* What you need to do: Below are the records; give again exactly the line with "where it has", the line with "said = _html_text(answer.text)", and each line that lies between them, and nothing besides.

──────

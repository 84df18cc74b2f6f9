"""The job service's HTTP API as the command line speaks it (``tuneopt submit``, ``status``,
``result`` and ``cancel``).

One client on httpx2: it sends the API key (``TUNEOPT_API_KEY``), turns the API's problem
details into messages that name the command's own options, and keeps trying while the service
is away for a while (an API restarting, Redis gone for a moment: no answer, or 502/503/504),
with pauses that grow, up to a time limit. An answer that is a real refusal (401, 404, 409,
422, ...) ends the call at once with its reason.
"""

from __future__ import annotations

import re
import time
from collections.abc import Callable, Mapping
from dataclasses import dataclass
from html import unescape
from types import TracebackType
from typing import Any
from urllib.parse import quote

import httpx2

__all__ = [
    "BRIEF",
    "DEFAULT_API",
    "OUTAGE",
    "Patience",
    "ServiceClient",
    "ServiceError",
]

DEFAULT_API = "http://127.0.0.1:8000"
# answers that mean "away for now": a proxy with nothing behind it, or the API without Redis
_AWAY = frozenset({502, 503, 504})
# answers that mean the request itself is wrong: the command's input (exit status 2)
_BAD_INPUT = frozenset({400, 413, 415, 422})
_CONNECT_SECONDS = 5.0
_READ_SECONDS = 30.0


class ServiceError(Exception):
    """What the user must see: the API's problem details, or that no answer came. ``code`` is
    the command's exit status (2 for bad input, 1 otherwise); ``status`` the HTTP status."""

    def __init__(self, message: str, code: int = 1, status: int | None = None):
        super().__init__(message)
        self.code = code
        self.status = status


@dataclass(frozen=True)
class Patience:
    """How long a call keeps trying while the service is away: the first pause ``first``,
    each next one twice as long up to ``longest``, until ``total`` has passed since the first
    try that got no answer [s]. A ``Retry-After`` the service sends lengthens a pause (never
    past ``longest``)."""

    total: float
    first: float = 0.5
    longest: float = 15.0

    def __post_init__(self) -> None:
        if not (self.total >= 0 and 0 < self.first <= self.longest):
            raise ValueError(f"not a usable patience: {self}")


# one command on its own: a mistyped address, or a service that is down, is said within seconds
BRIEF = Patience(total=8.0)
# a command that waits for a job (--wait): rides out an API restart or a Redis blip; pauses of
# 0.5, 1, 2, 4, 8, then 15 s, about 100 s in all, before it gives up (the job carries on)
OUTAGE = Patience(total=100.0)


class ServiceClient:
    """Calls to one job service. ``fields`` maps the API's field names to the command's
    options, for messages (``{"run_seconds": "--until"}``); ``notify`` is told, once per
    outage, that the service is away and, when it answers again, that it is back."""

    def __init__(
        self,
        api: str,
        key: str | None = None,
        patience: Patience = BRIEF,
        *,
        fields: Mapping[str, str] | None = None,
        notify: Callable[[str], None] | None = None,
        transport: httpx2.BaseTransport | None = None,
    ):
        self.api = _api_address(api)
        self.key = key or None
        self.patience = patience
        self.fields = dict(fields or {})
        self.notify = notify
        headers = {"Accept": "application/json"}
        if self.key:
            headers["X-API-Key"] = self.key
        self._http = httpx2.Client(
            base_url=self.api,
            headers=headers,
            timeout=httpx2.Timeout(_READ_SECONDS, connect=_CONNECT_SECONDS),
            transport=transport,
        )

    def __enter__(self) -> ServiceClient:
        return self

    def __exit__(
        self,
        kind: type[BaseException] | None,
        exc: BaseException | None,
        tb: TracebackType | None,
    ) -> None:
        self.close()

    def close(self) -> None:
        self._http.close()

    # -- the API's routes --------------------------------------------------------------------
    def submit(self, request: Mapping[str, Any], token: str) -> dict[str, Any]:
        """``POST /jobs``: ``request`` holds ``json=`` or ``data=`` and ``files=``. ``token``
        goes as the Idempotency-Key, the same on every try: a submission whose answer was lost
        and that is sent again gets the job it made, not a second one."""
        answer = self.call("POST", "/jobs", headers={"Idempotency-Key": token}, **request)
        return _json_object(answer)

    def status(self, job: str) -> dict[str, Any]:
        return _json_object(self.call("GET", f"/jobs/{_segment(job)}"))

    def result(self, job: str) -> dict[str, Any]:
        return _json_object(self.call("GET", f"/jobs/{_segment(job)}/result"))

    def cancel(self, job: str) -> dict[str, Any]:
        return _json_object(self.call("POST", f"/jobs/{_segment(job)}/cancel"))

    def report(self, job: str) -> str:
        """The job's HTML report, as the API keeps it."""
        return self.call("GET", f"/jobs/{_segment(job)}/report").text

    def setup_sheets(self, job: str) -> str:
        """The job's setup sheets, one printable page per ranked setup."""
        return self.call("GET", f"/jobs/{_segment(job)}/sheet").text

    def ranked_csv(self, job: str) -> str:
        """The job's ranked setups as CSV, the columns a local run's ranked.csv has."""
        return self.call("GET", f"/jobs/{_segment(job)}/ranked.csv").text

    # -- one call ----------------------------------------------------------------------------
    def call(
        self,
        method: str,
        path: str,
        *,
        ok: tuple[int, ...] = (),
        **kwargs: Any,
    ) -> httpx2.Response:
        """One request, tried again while the service is away (no answer, or 502/503/504)
        until the patience runs out. Any 2xx answer, or one in ``ok``, is returned; any other
        raises ServiceError with the API's reason."""
        since: float | None = None
        pause = self.patience.first
        told = False
        while True:
            retry_after = 0.0
            try:
                answer = self._http.request(method, path, **kwargs)
            except httpx2.TransportError as exc:  # refused, reset, timed out: no answer
                why = _no_answer(exc)
            else:
                if answer.status_code not in _AWAY or answer.status_code in ok:
                    if since is not None:
                        self._tell(f"the job service at {self.api} answers again")
                    return self._checked(answer, ok)
                why = f"it answered {answer.status_code}: {_problem_title(answer)}"
                retry_after = _retry_after(answer)
            now = time.monotonic()
            if since is None:
                since = now
            spent = now - since
            if spent >= self.patience.total:
                if spent == 0:
                    raise ServiceError(f"cannot reach the job service at {self.api}: {why}")
                took = f"{spent:.1f}" if spent < 10 else f"{spent:.0f}"
                raise ServiceError(
                    f"cannot reach the job service at {self.api}: {why} (tried for {took} s)"
                )
            if not told:
                told = True
                self._tell(
                    f"the job service at {self.api} is away ({why}); trying again for up to "
                    f"{self.patience.total:.0f} s"
                )
            time.sleep(
                min(max(pause, retry_after), self.patience.longest, self.patience.total - spent)
            )
            pause = min(pause * 2, self.patience.longest)

    def _tell(self, message: str) -> None:
        if self.notify is not None:
            self.notify(message)

    def _checked(self, answer: httpx2.Response, ok: tuple[int, ...]) -> httpx2.Response:
        if answer.is_success or answer.status_code in ok:
            return answer
        code = 2 if answer.status_code in _BAD_INPUT else 1
        raise ServiceError(self.problem_text(answer), code, answer.status_code)

    def problem_text(self, answer: httpx2.Response) -> str:
        """The API's problem details in a few lines, each field named as the command's option
        where it has one (``--until (run_seconds): ...``)."""
        head = f"{answer.status_code} {answer.reason_phrase}".strip()
        try:
            problem = answer.json()
        except ValueError:
            problem = None
        if not isinstance(problem, dict):
            said = _html_text(answer.text)
            return f"the service answered {head}" + (f": {said}" if said else "")
        title = problem.get("title") or head
        lines = [f"{title} ({answer.status_code}): {problem.get('detail', '')}"]
        for err in problem.get("errors") or []:
            if isinstance(err, dict):
                field = str(err.get("field") or err.get("location") or "")
                option = self.fields.get(field)
                named = f"{option} ({field})" if option and option != field else field
                lines.append(f"  - {named}: {err.get('message', '')}")
        return "\n".join(line.rstrip(": ") for line in lines)


def _api_address(api: str) -> str:
    """The API's address, checked: http(s), a host, no query."""
    try:
        url = httpx2.URL(api.strip())
    except (httpx2.InvalidURL, TypeError, ValueError) as exc:
        raise ServiceError(f"--api: {api!r} is not an address ({exc})", 2) from None
    if url.scheme not in ("http", "https") or not url.host or url.query or url.fragment:
        raise ServiceError(
            f"--api: {api!r} is not an http:// or https:// address of the service "
            f"(such as {DEFAULT_API})",
            2,
        )
    return str(url).rstrip("/")


def _segment(job: str) -> str:
    """A job id as one path segment (whatever was typed, it cannot reach another route)."""
    return quote(job, safe="")


def _json_object(answer: httpx2.Response) -> dict[str, Any]:
    try:
        data = answer.json()
    except ValueError:
        data = None
    if not isinstance(data, dict):
        raise ServiceError(
            f"the service's answer to {answer.request.method} {answer.request.url.path} is not "
            "a JSON object: is --api the job service's address?"
        )
    return data


def _no_answer(exc: httpx2.TransportError) -> str:
    if isinstance(exc, httpx2.TimeoutException):
        return "no answer in time"
    text = str(exc).strip()
    return text or type(exc).__name__


def _problem_title(answer: httpx2.Response) -> str:
    try:
        problem = answer.json()
    except ValueError:
        return answer.reason_phrase
    if isinstance(problem, dict) and problem.get("detail"):
        return str(problem["detail"])
    return answer.reason_phrase


def _retry_after(answer: httpx2.Response) -> float:
    text = answer.headers.get("Retry-After", "").strip()
    return float(text) if text.isdigit() else 0.0


def _html_text(text: str) -> str:
    """The first paragraph of an HTML answer (the shop pages' short pages), as plain text."""
    found = re.search(r"<p>(.*?)</p>", text, re.DOTALL)
    if not found:
        return ""
    return unescape(re.sub(r"<[^>]+>", "", found[1])).strip()[:300]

──────

* Answer for the task:
        where it has one (``--until (run_seconds): ...``)."""
        head = f"{answer.status_code} {answer.reason_phrase}".strip()
        try:
            problem = answer.json()
        except ValueError:
            problem = None
        if not isinstance(problem, dict):
            said = _html_text(answer.text)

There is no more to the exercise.